I have a launchd job plist that runs a simple shell script that invokes rdiff-backup to backup a remote directory over SSH to my computer. The job runs every hour and it works well.

Except the other day there was a power failure* and the rdiff-backup job was interrupted. The next time launchd ran the script, rdiff-backup failed and logged it's failure to the path specified in the plist. launchd, noticing the abnormal exit code, stopped trying to run the script.

And I had no idea for six days.

Obviously I don't want a notification of the exit code every time the script finishes. What can I do to be notified only of abnormal exits?

(*) turns out my UPS battery was passing the self-test when invoked, but didn't actually have the ability to power even a minimal load for more than 3 seconds.

Best Answer

The traditional approach, e.g. with cron jobs, is to pipe standard error to a program like mail that's smart enough not to send you empty mail.
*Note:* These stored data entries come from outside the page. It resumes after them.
//! The file: opened with every setting asked for and read back, or not at all.

use std::fs::File;
use std::os::unix::fs::FileExt;
use std::path::{Path, PathBuf};
use std::time::Duration;

use rusqlite::config::DbConfig;
use rusqlite::types::Value;
use rusqlite::{Connection, ErrorCode, OpenFlags};

use crate::JournalError;
use crate::forms::{self, FORM};

/// The name of the evidence file in the state folder.
pub const FILE_NAME: &str = "evidence.sqlite";
/// A holder that has just been killed may need a moment to be gone.
const HELD_WAIT: Duration = Duration::from_millis(200);

/// (setting, its value in SQL, what it must read back as). The locking mode comes before the
/// journal mode: only then is the WAL's index in our memory and not in a mapped file, whose loss
/// (a full disk, say) would end the process by a signal.
const SETTINGS: [(&str, &str, &str); 6] = [
    ("locking_mode", "EXCLUSIVE", "exclusive"),
    ("journal_mode", "WAL", "wal"),
    ("synchronous", "FULL", "2"),
    // An automatic checkpoint hides a failed sync from its caller; ours does not.
    ("wal_autocheckpoint", "0", "0"),
    ("mmap_size", "0", "0"),
    ("trusted_schema", "OFF", "0"),
];

/// An open evidence file.
#[derive(Debug)]
pub(crate) struct Evidence {
    pub(crate) db: Connection,
    pub(crate) path: PathBuf,
    /// The file itself, to copy it from. It may be closed only after the connection: closing any
    /// handle of a file lets go of all of the process's locks on it (POSIX).
    pub(crate) source: Option<File>,
    /// Of the file as it is; the newest, unless it is open to be read only.
    pub(crate) form: i64,
    /// The form that it had when it was opened to write.
    pub(crate) lifted_from: i64,
}

impl Evidence {
    /// To write: made if it is not there.
    pub(crate) fn open(dir: &Path) -> Result<Self, JournalError> {
        let flags = OpenFlags::SQLITE_OPEN_READ_WRITE
            | OpenFlags::SQLITE_OPEN_CREATE
            | OpenFlags::SQLITE_OPEN_NO_MUTEX;
        let mut evidence = Self::connect(dir.join(FILE_NAME), flags)?;
        evidence.settle()?;
        evidence.renew_wal()?;
        evidence.lift()?;
        let source = File::open(&evidence.path);
        evidence.source = Some(source.map_err(|e| evidence.io("opening it to copy it", e))?);
        // SQLite does not report a failed sync of the folder, so it is done once more by hand.
        File::open(dir)
            .and_then(|d| d.sync_all())
            .map_err(|source| evidence.io("syncing the state folder", source))?;
        Ok(evidence)
    }

    /// To read, while no daemon runs. Nothing in the file changes, nor is its WAL folded in.
    pub(crate) fn open_to_read(dir: &Path) -> Result<Self, JournalError> {
        let path = dir.join(FILE_NAME);
        if !path.exists() {
            return Err(JournalError::Missing { path });
        }
        let flags = OpenFlags::SQLITE_OPEN_READ_WRITE | OpenFlags::SQLITE_OPEN_NO_MUTEX;
        let mut evidence = Self::connect(path, flags)?;
        evidence.set("locking_mode", "EXCLUSIVE", "exclusive")?;
        evidence.set("query_only", "ON", "1")?;
        evidence.set("trusted_schema", "OFF", "0")?;
        evidence.set("mmap_size", "0", "0")?;
        evidence.readable()
    }

    /// A copy that nobody writes to: nothing beside it is read or made.
    pub(crate) fn open_copy(path: &Path) -> Result<Self, JournalError> {
        if !path.exists() {
            return Err(JournalError::Missing { path: path.to_owned() });
        }
        let escaped = path.display().to_string();
        let escaped = escaped.replace('%', "%25").replace('?', "%3f").replace('#', "%23");
        let uri = PathBuf::from(format!("file:{escaped}?immutable=1"));
        let flags = OpenFlags::SQLITE_OPEN_READ_ONLY
            | OpenFlags::SQLITE_OPEN_URI
            | OpenFlags::SQLITE_OPEN_NO_MUTEX;
        let mut copy = Self::connect(uri, flags)?;
        copy.path = path.to_owned();
        copy.set("trusted_schema", "OFF", "0")?;
        copy.set("mmap_size", "0", "0")?;
        copy.readable()
    }

    /// Refuses what is no journal, or of a newer form.
    fn readable(mut self) -> Result<Self, JournalError> {
        match self.user_version()? {
            0 => Err(JournalError::NotAJournal { path: self.path }),
            found if (1..=FORM).contains(&found) => {
                self.form = found;
                Ok(self)
            }
            found => Err(self.newer(found)),
        }
    }

    fn connect(path: PathBuf, flags: OpenFlags) -> Result<Self, JournalError> {
        let db = match Connection::open_with_flags(&path, flags) {
            Ok(db) => db,
            Err(source) => return Err(JournalError::Sql { path, doing: "opening", source }),
        };
        let evidence = Self { db, path, source: None, form: FORM, lifted_from: FORM };
        let waits = evidence.db.busy_timeout(HELD_WAIT);
        waits.map_err(|e| evidence.sql("setting how long to wait for it", e))?;
        // A connection that failed is dropped; it must not copy its WAL into the file on the way out.
        evidence.fold_in_at_close(false)?;
        Ok(evidence)
    }

    fn settle(&mut self) -> Result<(), JournalError> {
        for (setting, value, wanted) in SETTINGS {
            self.set(setting, value, wanted)?;
        }
        Ok(())
    }

    /// Sets, then asks. A setting that answers nothing when asked is not in this build of SQLite,
    /// which counts as different.
    fn set(
        &mut self,
        setting: &'static str,
        value: &str,
        wanted: &str,
    ) -> Result<(), JournalError> {
        // To the end: SQLite answers first and commits after it, so that an error of a change of
        // the journal's mode comes with the step after the answer, and reading back does not tell.
        let to_the_end = || -> rusqlite::Result<()> {
            let mut statement = self.db.prepare(&format!("PRAGMA {setting} = {value}"))?;
            let mut rows = statement.query([])?;
            while rows.next()?.is_some() {}
            Ok(())
        };
        to_the_end().map_err(|e| self.sql("setting it up", e))?;
        let found = self
            .db
            .pragma_query_value(None, setting, |row| row.get::<_, Value>(0))
            .map_err(|e| self.sql("reading a setting back", e))?;
        let found = match found {
            Value::Integer(n) => n.to_string(),
            Value::Text(t) => t,
            other => format!("{other:?}"),
        };
        if found.eq_ignore_ascii_case(wanted) {
            return Ok(());
        }
        let (path, wanted) = (self.path.clone(), wanted.to_owned());
        Err(JournalError::Setting { path, setting, wanted, found })
    }

    /// Writes the WAL over itself and syncs it. After a failed sync the kernel takes pages for clean
    /// that are on no disk, and gives them to whoever reads next (Rebello et al., 2020): rows found
    /// there would be believed, and gone with the next power cut. It takes no new room, so that a
    /// full disk is no reason not to open.
    fn renew_wal(&self) -> Result<(), JournalError> {
        // Whoever can read holds the lock, and nobody else writes.
        self.user_version()?;
        let wal = PathBuf::from(format!("{}-wal", self.path.display()));
        let file = match File::options().read(true).write(true).open(&wal) {
            Ok(file) => file,
            Err(e) if e.kind() == std::io::ErrorKind::NotFound => return Ok(()),
            Err(e) => return Err(self.io("opening its WAL", e)),
        };
        let mut buffer = vec![0; 1 << 16];
        let mut at = 0;
        let renewed = loop {
            match file.read_at(&mut buffer, at) {
                Ok(0) => break file.sync_all(),
                Ok(n) => match file.write_all_at(&buffer[..n], at) {
                    Ok(()) => at += n as u64,
                    Err(e) => break Err(e),
                },
                Err(e) => break Err(e),
            }
        };
        renewed.map_err(|e| self.io("writing its WAL over itself", e))
    }

    fn user_version(&self) -> Result<i64, JournalError> {
        let form = self.db.pragma_query_value(None, "user_version", |row| row.get(0));
        form.map_err(|e| self.sql("reading its form", e))
    }

    /// Makes the tables, or takes an older form to the newest.
    fn lift(&mut self) -> Result<(), JournalError> {
        let form = self.user_version()?;
        if !(0..=FORM).contains(&form) {
            return Err(self.newer(form));
        }
        let tables: i64 = self
            .db
            .query_row("SELECT count(*) FROM sqlite_schema", [], |row| row.get(0))
            .map_err(|e| self.sql("looking for tables", e))?;
        if form == 0 && tables > 0 {
            return Err(JournalError::NotAJournal { path: self.path.clone() });
        }
        self.lifted_from = if form == 0 { FORM } else { form };
        forms::lift(&self.db, form).map_err(|e| self.sql("lifting it to the newest form", e))
    }

    fn newer(&self, found: i64) -> JournalError {
        JournalError::Newer { path: self.path.clone(), found, known: FORM }
    }

    pub(crate) fn sql(&self, doing: &'static str, source: rusqlite::Error) -> JournalError {
        let path = self.path.clone();
        match source.sqlite_error_code() {
            Some(ErrorCode::DatabaseBusy | ErrorCode::DatabaseLocked) => {
                JournalError::Held { path }
            }
            _ => JournalError::Sql { path, doing, source },
        }
    }

    /// The file itself, where it is open to write.
    pub(crate) fn source(&self) -> Result<&File, JournalError> {
        self.source.as_ref().ok_or_else(|| JournalError::Missing { path: self.path.clone() })
    }

    pub(crate) fn io(&self, doing: &'static str, source: std::io::Error) -> JournalError {
        JournalError::Io { path: self.path.clone(), doing, source }
    }

    /// Copies the WAL into the file. Anything short of all of it is an error.
    pub(crate) fn checkpoint(&mut self) -> Result<(), JournalError> {
        let (busy, of, copied): (i64, i64, i64) = self
            .db
            .query_row("PRAGMA wal_checkpoint(PASSIVE)", [], |row| {
                Ok((row.get(0)?, row.get(1)?, row.get(2)?))
            })
            .map_err(|e| self.sql("copying the WAL into it", e))?;
        if busy != 0 || of != copied {
            return Err(JournalError::Checkpoint { path: self.path.clone(), copied, of });
        }
        Ok(())
    }

    fn fold_in_at_close(&self, yes: bool) -> Result<(), JournalError> {
        let set = self.db.set_db_config(DbConfig::SQLITE_DBCONFIG_NO_CKPT_ON_CLOSE, !yes);
        set.map(drop).map_err(|e| self.sql("saying what becomes of its WAL", e))
    }

    /// After a checkpoint: the WAL goes with it.
    pub(crate) fn close(self) -> Result<(), JournalError> {
        self.fold_in_at_close(true)?;
        let Self { db, path, source: _until_here, .. } = self;
        db.close().map_err(|(_, source)| JournalError::Sql { path, doing: "closing", source })
    }
}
The difference with launchd, as you've discovered, is that the mechanism for redirecting standard error is giving a StandardErrorPath for it to be written to, which isn't as convenient for this purpose as ending your crontab entry with | mail ….

My usual solution is to have a wrapper script check the StandardErrorPath and notify me if there's a problem. This can either be part of the same launchd job, so the checking happens before the next scheduled run, or you can have a separate job that just manages the error logs (maybe using a QueueDirectories key).

I think you could also, for example, use a named pipe as your job's StandardErrorPath, but I've never actually tried that.